One of his greatest sources was a grand Polish count, Stefan Czernitsky. Shimon Peres recalled that Count Czernitsky “supplied us with arms for a 10 per cent commission. Stefan was the brother of the Polish commander whose forces were swept aside by the Nazi blitzkrieg in 1939. From that day on, Stefan always wore a black tie as a sign of mourning” (Peres: 1995). In his memoirs, Shimon Peres describes Count Czernitsky being incredibly close with Arazi and admiring the Israeli's derring-do.
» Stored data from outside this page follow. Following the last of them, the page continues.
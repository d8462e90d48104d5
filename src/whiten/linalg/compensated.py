"""Compensated (double-double) arithmetic: least-squares residuals in more than double precision.

Iterative refinement (Björck, 1967) gains digits only when the residual
``b - r - A x`` is computed more accurately than the working precision. Two
ways are provided:

``"compensated"``
    Error-free transformations in plain float64: every product ``a_ij x_j`` is
    split exactly into a sum of two doubles (Dekker's TwoProduct, 1971) and the
    terms of each row are added by TwoSum with the errors carried along
    (Ogita, Rump & Oishi, 2005, "Accurate sum and dot product", algorithm
    Dot2). The result is as accurate as if computed in twice the working
    precision (about 32 digits) and then rounded, and it is *the same on every
    platform*. Cost: about 25 flops per term, vectorised over rows.
``"longdouble"``
    ``numpy.longdouble`` arithmetic. On x86-64 Linux/macOS-Intel this is the
    80-bit x87 format with a 64-bit significand (about 19 digits, 3 more than
    double). On platforms where ``longdouble`` is just ``double`` (Windows,
    ARM64 macOS) it would give nothing, so :func:`extended_kind` then answers
    ``"compensated"`` instead: the residuals are never silently computed in
    plain double.

The dense least-squares path uses ``"compensated"`` (the strongest, and
platform-independent); the many-row path uses ``"longdouble"`` where it is
wider than double because numpy's longdouble matrix product is faster than the
vectorised error-free transformations.
"""

from __future__ import annotations

import numpy as np

__all__ = ["LONGDOUBLE_IS_WIDER", "extended_kind", "residual", "gradient", "ExtendedProducts"]

LONGDOUBLE_IS_WIDER = bool(np.finfo(np.longdouble).eps < np.finfo(np.float64).eps)

_SPLIT = 134217729.0  # 2**27 + 1, Dekker's splitting constant for 53-bit significands


def extended_kind(preferred: str) -> str:
    """The residual arithmetic actually used when ``preferred`` is asked for."""
    if preferred == "longdouble" and not LONGDOUBLE_IS_WIDER:
        return "compensated"
    return preferred


def _two_sum(a, b):
    s = a + b
    bb = s - a
    return s, (a - (s - bb)) + (b - bb)


def _split(a):
    c = _SPLIT * a
    hi = c - (c - a)
    return hi, a - hi


def _two_prod(a, b):
    p = a * b
    ah, al = _split(a)
    bh, bl = _split(b)
    return p, al * bl - (((p - ah * bh) - al * bh) - ah * bl)


def _sum2_columns(terms: np.ndarray, errs: np.ndarray) -> np.ndarray:
    """Row sums of ``terms + errs`` (n, m) with TwoSum along a pairwise tree.

    Each level adds neighbouring columns exactly (sum + rounding error) and
    moves the errors into ``errs``; the errors are summed in ordinary
    arithmetic at the end (they are ~eps times smaller, so their own rounding
    is ~eps^2 of the result: the Sum2 bound of Ogita, Rump & Oishi, 2005).
    """
    t = terms
    err_total = errs.sum(axis=1)
    while t.shape[1] > 1:
        m = t.shape[1]
        half = m // 2
        s, e = _two_sum(t[:, 0:2 * half:2], t[:, 1:2 * half:2])
        err_total = err_total + e.sum(axis=1)
        if m % 2:
            s = np.concatenate([s, t[:, m - 1:m]], axis=1)
        t = s
    return t[:, 0] + err_total


def residual(a: np.ndarray, x: np.ndarray, b: np.ndarray, r: np.ndarray | None, kind: str) -> np.ndarray:
    """``b - r - a @ x`` (``r`` may be None) accurate to about eps**2 relative, rounded to float64.

    Parameters
    ----------
    a : ndarray, shape (n, p)
    x : ndarray, shape (p,)
    b, r : ndarray, shape (n,)
    kind : {"compensated", "longdouble"}
    """
    kind = extended_kind(kind)
    if kind == "longdouble":
        out = b.astype(np.longdouble) - a.astype(np.longdouble) @ x.astype(np.longdouble)
        if r is not None:
            out -= r.astype(np.longdouble)
        return out.astype(np.float64)
    n, p = a.shape
    prod, perr = _two_prod(a, -x[None, :])
    cols = [b[:, None], prod] if r is None else [b[:, None], -r[:, None], prod]
    terms = np.concatenate(cols, axis=1)
    errs = perr
    return _sum2_columns(terms, errs)


def gradient(a: np.ndarray, r: np.ndarray, kind: str) -> np.ndarray:
    """``a.T @ r`` accurate to about eps**2 relative, rounded to float64 (shape (p,))."""
    kind = extended_kind(kind)
    if kind == "longdouble":
        return (a.T.astype(np.longdouble) @ r.astype(np.longdouble)).astype(np.float64)
    prod, perr = _two_prod(a.T, r[None, :])
    return _sum2_columns(prod, perr)


class ExtendedProducts:
    """``b - r - A x`` and ``A^T r`` in extended precision for one fixed matrix A.

    Refinement applies the same A many times; the exact splitting of its
    entries (Dekker, 1971) or its conversion to ``longdouble`` is done once
    here instead of at every step.
    """

    def __init__(self, a: np.ndarray, kind: str):
        self.kind = extended_kind(kind)
        self.a = a
        if self.kind == "longdouble":
            self.a_ext = a.astype(np.longdouble)
        else:
            self.a_hi, self.a_lo = _split(a)

    def _products(self, a, ahi, alo, v):
        p = a * v
        vh, vl = _split(v)
        return p, alo * vl - (((p - ahi * vh) - alo * vh) - ahi * vl)

    def residual(self, x: np.ndarray, b: np.ndarray, r: np.ndarray | None) -> np.ndarray:
        if self.kind == "longdouble":
            out = b.astype(np.longdouble) - self.a_ext @ x.astype(np.longdouble)
            if r is not None:
                out -= r.astype(np.longdouble)
            return out.astype(np.float64)
        prod, perr = self._products(self.a, self.a_hi, self.a_lo, -x[None, :])
        cols = [b[:, None], prod] if r is None else [b[:, None], -r[:, None], prod]
        return _sum2_columns(np.concatenate(cols, axis=1), perr)

    def gradient(self, r: np.ndarray) -> np.ndarray:
        if self.kind == "longdouble":
            return (self.a_ext.T @ r.astype(np.longdouble)).astype(np.float64)
        prod, perr = self._products(self.a.T, self.a_hi.T, self.a_lo.T, r[None, :])
        return _sum2_columns(prod, perr)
Count Czernitsky lived in a lavish chateau outside Paris which was first built for Napoleon. He hosted lavish dinner parties and cultivated a wide circle of friends, including businessmen and military officials who were willing to help Israel.  For a time, the count was one of Israel’s principal sources of connections in Europe.

A major challenge was not buying the arms, but reconditioning it so it could be useful. In one cable, Arazi told his handlers back in Israel that he was able to “‘supply any British ammunition needed” and that “there is more 75-mm, 6-Pounder and 20-mm shells on sale, than money can buy.”  He also “found half tracks, armored cars…Spitfire aircraft…you name it.”  Azari’s task - and that of his fellow Israeli operatives - was finding engineers who could restore this materiel to working order, then obtain export licenses and transportation to Israel.  All these were gargantuan tasks.  (Quoted in The Origin of the Arab-Israeli Arms Race by Amitzur Ilan.  Palgrave Macmillan: 1996.)

Elusive Peace

Israel’s War of Independence ended with a ceasefire in 1949.  Though the United Nations in 1947 had voted to create two states - one Jewish and one Arab - by the end of the war, Jordan and Egypt had seized all of the territory that had been designated as an Arab state.  (Jordan controlled the West Bank and Egypt took Gaza; no Arab nation or organization so much as suggested that they establish an independent country, as the UN had mandated.)

In Israel, the war came at a terrible cost. Golda Meir, who later went on to serve as Israel’s Prime Minister, recalled how unequipped the Jewish state was in its early years.  The “only option available to us, if we didn’t want to be pushed into the sea, was to win the war.  So we won it.  But it wasn’t easy, it wasn’t quick and it wasn’t cheap. From the day that the UN resolution to partition Palestine was passed (29 November 1947) until the day that the forest armistice agreement was signed by Israel and Egypt (24 February 1949), 6,000 young Israelis were killed, one per cent of our entire population, and although we couldn’t have known it then, we haven’t even bought peace with all those lives” (Meir: 1975).

As more and more Eastern European countries fell under the sway of the Soviet Union, Israel’s supply of arms from Czechoslovakia and Yugoslavia dried up. Today, 99% of Israel’s military imports come from the United States and Germany (quoted in The Economist September 7-13, 2024).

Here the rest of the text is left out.